Zumindest sagte mir dies Professor Guttmann knapp 30 Jahre später, als er dann wiederum als Doktorvater meine Dissertation betreute. Professor Guttmann war es auch, der vor diesem Hintergrund ihrer empirischen Glaubwürdigkeit über viele Jahre hindurch im österreichischen akademischen Diskurs immer wieder seine Stimme für die Logotherapie erhob und so maßgeblich darauf hinwirkte, dass die Logotherapie vom österreichischen Ministerium bzw. dem Psychotherapiebeirat als Richtlinienpsychotherapie anerkannt wurde und heute das psychotherapeutische Fachspezifikum des Ausbildungsinstituts für Logotherapie und Existenzanalyse (ABILE5) staatlich akkreditiert ist.

Aber um wieder den Anschluss an die Gegenwart zu finden: Ihre Forschungsarbeit wurde 1971 am Institut für Psychologie der Universität Wien eingereicht. Vor dem Hintergrund Ihrer langjährigen therapeutischen Beobachtungen, klinischen Erfahrung und Lehr- und Vortragstätigkeit seither: Ich frage mich, ob diese Prozentsätze der Werteschwerpunkte heute – immerhin knapp 50 Jahre später – ähnlich verteilt wären, wenn man diese Messung erneut durchführen würde?

Lukas: Nein, vermutlich würden die Prozentsätze heute anders aussehen. Ich vermute, dass sowohl die „Erlebniswerte“ als auch die „Einstellungswerte plus generalisierten Einstellungswerte“ unter die 25 %-Marke rutschen würden.
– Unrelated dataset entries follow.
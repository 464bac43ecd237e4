// Giving: drafts, intents to give, gifts and how each was shared out, and what the payment service told us.
import type { Knex } from 'knex';

export async function up(knex: Knex): Promise<void> {
  await knex.raw(`
    create table give_drafts (
      id uuid primary key default gen_random_uuid(),
      token_hash text not null constraint give_drafts_token_key unique,
      -- What was typed, field by field, right or wrong, so that nothing typed is ever lost.
      answers jsonb not null default '{}',
      is_complete boolean not null default false,
      begun_at timestamptz not null,
      updated_at timestamptz not null
    );
    create index give_drafts_updated on give_drafts (updated_at);

    create table gift_intents (
      id uuid primary key default gen_random_uuid(),
      draft_id uuid references give_drafts on delete set null,
      amount_pence bigint not null check (amount_pence >= 30 and amount_pence <= 9999999),
      currency text not null default 'gbp' check (currency = 'gbp'),
      part_id uuid references parts,
      appeal_wording_id uuid not null references appeal_wordings,
      declaration_wording_id uuid references wordings,
      consent_wording_id uuid not null references wordings,
      answers jsonb not null,
      state text not null default 'started'
        check (state in ('started','asked','confirming','paid','expired','failed','mismatched')),
      session_id text constraint gift_intents_session_key unique,
      session_url text,
      session_expires_at timestamptz,
      last_fault text,
      checked_at timestamptz,
      created_at timestamptz not null,
      -- The treasurer looked at a payment that does not agree and says how it was put right.
      settled_at timestamptz,
      settled_by uuid references accounts,
      settled_reason text,
      constraint gift_intents_settled check ((settled_at is null) = (settled_by is null) and (settled_at is null) = (settled_reason is null))
    );
    create index gift_intents_open on gift_intents (created_at) where state in ('started','asked','confirming');

    create table gifts (
      id uuid primary key default gen_random_uuid(),
      number integer generated always as identity constraint gifts_number_key unique,
      receipt_token text not null constraint gifts_receipt_token_key unique,
      intent_id uuid not null constraint gifts_intent_key unique references gift_intents,
      supporter_id uuid not null references supporters,
      appeal_wording_id uuid not null references appeal_wordings,
      fund_id uuid not null references funds,
      method text not null check (method in ('card')),
      amount_pence bigint not null check (amount_pence > 0),
      part_id uuid references parts,
      declaration_id uuid references declarations,
      name_shown text not null check (name_shown in ('wall','not-public','treasurer-only')),
      session_id text not null,
      payment_intent_id text not null constraint gifts_payment_intent_key unique,
      charge_id text,
      balance_transaction_id text,
      fee_pence bigint check (fee_pence >= 0),
      fee_posted_at timestamptz,
      received_at timestamptz not null,
      received_on date not null
    );
    create index gifts_received on gifts (received_at, id);
    create index gifts_supporter on gifts (supporter_id);
    create index gifts_without_fee on gifts (received_at) where fee_posted_at is null;

    -- A gift meant for a part that filled meanwhile is split: the rest is free money (no part).
    create table gift_shares (
      id bigint generated always as identity primary key,
      gift_id uuid not null references gifts,
      part_id uuid references parts,
      fund_id uuid not null references funds,
      amount_pence bigint not null check (amount_pence > 0)
    );
    create unique index gift_shares_one_a_part on gift_shares (gift_id, coalesce(part_id, '00000000-0000-0000-0000-000000000000'));
    create index gift_shares_part on gift_shares (part_id);

    -- Words from the public: read by a person before anybody else sees them.
    create table public_words (
      id uuid primary key default gen_random_uuid(),
      gift_id uuid not null references gifts,
      kind text not null check (kind in ('wall-name','memory','honour','message')),
      words text not null,
      contact_name text,
      contact_email text,
      may_tell_sum boolean not null default false,
      written_at timestamptz not null,
      read_at timestamptz,
      read_by uuid references accounts,
      verdict text check (verdict in ('passed','held')),
      constraint public_words_kind_key unique (gift_id, kind),
      constraint public_words_read check ((read_at is null) = (verdict is null))
    );
    create index public_words_unread on public_words (written_at) where read_at is null;

    -- Inbox of what the payment service told us: kept first, worked later, each once.
    create table payment_events (
      id text primary key,
      type text not null,
      object_kind text not null,
      object_id text not null,
      happened_at timestamptz not null,
      received_at timestamptz not null,
      payload jsonb not null,
      state text not null default 'waiting' check (state in ('waiting','worked','ignored','refused')),
      tries integer not null default 0,
      lease_until timestamptz,
      worked_at timestamptz,
      fault text,
      settled_at timestamptz,
      settled_by uuid references accounts,
      settled_reason text,
      constraint payment_events_settled check ((settled_at is null) = (settled_by is null) and (settled_at is null) = (settled_reason is null))
    );
    create index payment_events_waiting on payment_events (received_at) where state = 'waiting';
    create index payment_events_object on payment_events (object_id);
  `);
  for (const table of ['gifts', 'gift_shares']) {
    await knex.raw(
      `create trigger ${table}_tell after insert or update or delete on ${table} for each statement execute function tell_campaign_changed()`,
    );
  }
}

export async function down(knex: Knex): Promise<void> {
  await knex.raw(`drop table payment_events, public_words, gift_shares, gifts, gift_intents, give_drafts;`);
}
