// The campaign: its wording by version, the figure and its parts, what is met in kind, and the stages.
import type { Knex } from 'knex';

export async function up(knex: Knex): Promise<void> {
  await knex.raw(`
    create table campaigns (
      id uuid primary key default gen_random_uuid(),
      slug text not null constraint campaigns_slug_key unique,
      name text not null,
      pronoun text not null default 'her',
      lead text not null,
      place text not null,
      -- What common sums buy, told beside the sums.
      what_sums_buy text not null default '',
      goal_pence bigint not null check (goal_pence > 0),
      fund_id uuid not null references funds,
      published_at timestamptz
    );

    create table appeal_wordings (
      id uuid primary key default gen_random_uuid(),
      campaign_id uuid not null references campaigns,
      version integer not null check (version > 0),
      purpose text not null,
      on_shortfall text not null,
      on_surplus text not null,
      -- Whether choosing a part is a wish within the one appeal, or makes the gift a fund of its own.
      part_choice text not null check (part_choice in ('wish','fund')),
      from_at timestamptz not null,
      constraint appeal_wordings_version_key unique (campaign_id, version)
    );
    create function appeal_wordings_keep_words() returns trigger language plpgsql as $$
    begin
      raise exception 'an appeal wording is kept as givers saw it; add a new version' using errcode = '23514', constraint = 'append_only';
    end $$;
    create trigger appeal_wordings_kept before update or delete on appeal_wordings
      for each row execute function appeal_wordings_keep_words();

    create table figures (
      id uuid primary key default gen_random_uuid(),
      campaign_id uuid not null references campaigns,
      version integer not null check (version > 0),
      -- Inner drawing of an elevation: 1 unit is 10 mm, the ground at y = 740.
      drawing text not null,
      published_at timestamptz,
      constraint figures_version_key unique (campaign_id, version)
    );

    create table parts (
      id uuid primary key default gen_random_uuid(),
      campaign_id uuid not null references campaigns,
      slug text not null,
      name text not null,
      building_order integer not null,
      cost_pence bigint not null check (cost_pence > 0),
      -- A cost without height (lifting, insurance, contingency) has neither.
      bottom_mm integer,
      top_mm integer,
      work_state text not null default 'waiting' check (work_state in ('waiting','making','placed')),
      maker text,
      fund_id uuid references funds,
      constraint parts_slug_key unique (campaign_id, slug),
      constraint parts_order_key unique (campaign_id, building_order) deferrable initially deferred,
      constraint parts_height check (
        (bottom_mm is null and top_mm is null) or (bottom_mm >= 0 and top_mm > bottom_mm)
      )
    );

    create table in_kind_shares (
      id uuid primary key default gen_random_uuid(),
      part_id uuid not null references parts,
      firm text not null,
      amount_pence bigint not null check (amount_pence > 0),
      agreed_on date not null
    );

    create table stages (
      id uuid primary key default gen_random_uuid(),
      campaign_id uuid not null references campaigns,
      stage_order integer not null,
      slug text not null,
      name text not null,
      mark text not null check (mark in ('footing','frame','carving','lifting','lighting')),
      expected_on date not null,
      done_on date,
      remark text,
      constraint stages_slug_key unique (campaign_id, slug)
    );
    create table stage_changes (
      id uuid primary key default gen_random_uuid(),
      stage_id uuid not null references stages,
      from_day date not null,
      to_day date not null,
      reason text not null check (length(reason) > 0),
      changed_at timestamptz not null
    );

    -- Every web process hears of a change and draws the public page once more.
    create function tell_campaign_changed() returns trigger language plpgsql as $$
    begin
      perform pg_notify('campaign_changed', '');
      return null;
    end $$;
  `);
  for (const table of [
    'campaigns',
    'appeal_wordings',
    'figures',
    'parts',
    'in_kind_shares',
    'stages',
    'stage_changes',
    'society',
  ]) {
    await knex.raw(
      `create trigger ${table}_tell after insert or update or delete on ${table} for each statement execute function tell_campaign_changed()`,
    );
  }
}

export async function down(knex: Knex): Promise<void> {
  await knex.raw(`
    drop trigger society_tell on society;
    drop table stage_changes, stages, in_kind_shares, parts, figures, appeal_wordings, campaigns;
    drop function appeal_wordings_keep_words(), tell_campaign_changed();
  `);
}
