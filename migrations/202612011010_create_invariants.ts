// What must always hold, one view each: a row in any of them is a fault. Run nightly and by every money test.
import type { Knex } from 'knex';

export async function up(knex: Knex): Promise<void> {
  await knex.raw(`
    create schema checks;

    create view checks.entries_balance as
      select e.id::text as id, 'entry does not balance in fund ' || l.fund_id as fault
      from books.entries e join books.lines l on l.entry_id = e.id
      group by e.id, l.fund_id having sum(l.amount_pence) <> 0;

    create view checks.entries_have_lines as
      select e.id::text as id, 'entry has fewer than two lines' as fault
      from books.entries e left join books.lines l on l.entry_id = e.id
      group by e.id having count(l.id) < 2;

    create view checks.trial_balance as
      select fund_id::text as id, 'fund is out by ' || sum(amount_pence) || ' pence' as fault
      from books.lines group by fund_id having sum(amount_pence) <> 0;

    create view checks.gifts_posted_once as
      select g.id::text as id, 'gift has ' || count(e.id) || ' entries of its own' as fault
      from gifts g left join books.entries e on e.source = 'gift' and e.source_id = g.id::text and e.kind = 'received'
      group by g.id having count(e.id) <> 1;

    create view checks.entries_have_gifts as
      select e.id::text as id, 'entry names a gift that does not exist' as fault
      from books.entries e
      where e.source = 'gift' and not exists (select 1 from gifts g where g.id::text = e.source_id);

    create view checks.gift_amounts as
      select g.id::text as id, 'gift and its income differ' as fault
      from gifts g
      left join books.entries e on e.source = 'gift' and e.source_id = g.id::text and e.kind = 'received'
      left join books.lines l on l.entry_id = e.id and l.account_code like 'income:gifts:%'
      group by g.id having coalesce(sum(l.amount_pence), 0) <> -g.amount_pence;

    create view checks.gift_shares_sum as
      select g.id::text as id, 'shares do not add up to the gift' as fault
      from gifts g left join gift_shares s on s.gift_id = g.id
      group by g.id having coalesce(sum(s.amount_pence), 0) <> g.amount_pence;

    create view checks.shown_total as
      select 'given' as id, 'the total shown and the income in the books differ' as fault
      where (select coalesce(sum(amount_pence), 0) from gifts)
        <> (select -coalesce(sum(amount_pence), 0) from books.lines
            where account_code like 'income:gifts:%' or account_code = 'refunds:gifts');

    create view checks.income_by_fund as
      select f.id::text as id, 'the income of the fund and the shares of gifts in it differ' as fault
      from funds f
      left join (select fund_id, sum(amount_pence) as pence from gift_shares group by fund_id) s on s.fund_id = f.id
      left join (
        select fund_id, -sum(amount_pence) as pence from books.lines where account_code like 'income:gifts:%' group by fund_id
      ) l on l.fund_id = f.id
      where coalesce(s.pence, 0) <> coalesce(l.pence, 0);

    create view checks.fees_posted as
      select g.id::text as id, 'the fee on the gift and in the books differ' as fault
      from gifts g
      left join books.entries e on e.source = 'gift' and e.source_id = g.id::text and e.kind = 'card-fee'
      left join books.lines l on l.entry_id = e.id and l.account_code = 'expense:card-fees'
      where g.fee_posted_at is not null
      group by g.id having coalesce(sum(l.amount_pence), 0) <> g.fee_pence;

    create view checks.paid_intents_have_gifts as
      -- Never the intent's own id: it opens what the giver was told.
      select coalesce(i.session_id, 'no card page') as id, 'intent is paid but has no gift' as fault
      from gift_intents i where i.state = 'paid' and not exists (select 1 from gifts g where g.intent_id = i.id);

    create view checks.parts_not_overfilled as
      select p.id::text as id, 'more is meant for the part than it needs' as fault
      from parts p join gift_shares s on s.part_id = p.id
      group by p.id
      having sum(s.amount_pence) > greatest(0, p.cost_pence
        - (select coalesce(sum(k.amount_pence), 0) from in_kind_shares k where k.part_id = p.id));

    create view checks.gifts_thanked as
      select g.id::text as id, 'gift has no thank-you in the outbox' as fault
      from gifts g
      where not exists (
        select 1 from mail_outbox m where m.kind = 'gift-thanks' and m.subject_kind = 'gift' and m.subject_id = g.id::text
      );

    -- By the clock of the machine. One received "later" than now, by a clock set forward, is left alone.
    create view checks.events_worked as
      select e.id, 'event has waited longer than an hour' as fault
      from payment_events e
      where e.state = 'waiting' and e.received_at < now() - interval '1 hour';

    create view checks.rounding_is_nothing as
      select 'rounding' as id, 'the rounding account holds money' as fault
      from books.lines where account_code = 'rounding' having sum(amount_pence) <> 0;

    create view checks.published_goal as
      select c.id::text as id, 'the goal is not the sum of the costs' as fault
      from campaigns c join parts p on p.campaign_id = c.id
      where c.published_at is not null
      group by c.id having sum(p.cost_pence) <> c.goal_pence;
  `);
}

export async function down(knex: Knex): Promise<void> {
  await knex.raw(`drop schema checks cascade;`);
}
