// What other rooms may use of supporters and their consents.
export { keepSupporter } from './supporters-service.ts';
export { CHANNELS, keepConsents, listConsents, type Channel, type KeptConsent } from './consents-service.ts';
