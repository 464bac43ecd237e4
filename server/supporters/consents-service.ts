// What supporters agreed to, channel by channel, each with the words that they read.
import { z } from 'zod';
import type { Db, Trx } from '#server/platform/db.ts';

export const CHANNELS = ['email', 'post', 'phone'] as const;
export type Channel = (typeof CHANNELS)[number];

/** One row a channel, given or not: what was not agreed to is as much a record as what was. */
export async function keepConsents(
  trx: Trx,
  consent: {
    supporterId: string;
    wordingId: string;
    given: Record<Channel, boolean>;
    sourceKind: string;
    sourceId: string;
    at: Date;
  },
): Promise<void> {
  await trx('consents').insert(
    CHANNELS.map((channel) => ({
      supporter_id: consent.supporterId,
      channel,
      is_given: consent.given[channel],
      wording_id: consent.wordingId,
      source_kind: consent.sourceKind,
      source_id: consent.sourceId,
      recorded_at: consent.at,
    })),
  );
}

const consentRow = z.object({
  channel: z.enum(CHANNELS),
  is_given: z.boolean(),
  words: z.string(),
  version: z.number(),
});
export type KeptConsent = { channel: Channel; isGiven: boolean; wording: string; version: number };

export async function listConsents(db: Db, sourceKind: string, sourceId: string): Promise<KeptConsent[]> {
  const rows: unknown[] = await db('consents as c')
    .join('wordings as w', 'w.id', 'c.wording_id')
    .where({ 'c.source_kind': sourceKind, 'c.source_id': sourceId })
    .orderBy('c.id')
    .select('c.channel', 'c.is_given', 'w.words', 'w.version');
  return rows.map((row) => {
    const consent = consentRow.parse(row);
    return {
      channel: consent.channel,
      isGiven: consent.is_given,
      wording: consent.words,
      version: consent.version,
    };
  });
}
Bei den „Erlebniswerten“ bin ich dessen nicht sicher, doch scheint mir, dass selbst überzeugte Internetfans das Surfen und Kommunizieren im Netz nicht mehr als „rein beglückendes Erlebnis“ erachten, sondern irgendwo zwischen Informationsgewinn, Zwang und Fesselung einordnen. Jedenfalls werden für sonstige beglückende Erlebnisse die Zeitfenster schmal. Für „Einstellungswerte“ angesichts von Leid dürften die schnell aufwallende Entrüstung und Wehleidigkeit verwöhnter Menschen arg groß sein. Und für „generalisierte Einstellungswerte“ fehlt vielerorts der Sensus der Dankbarkeit.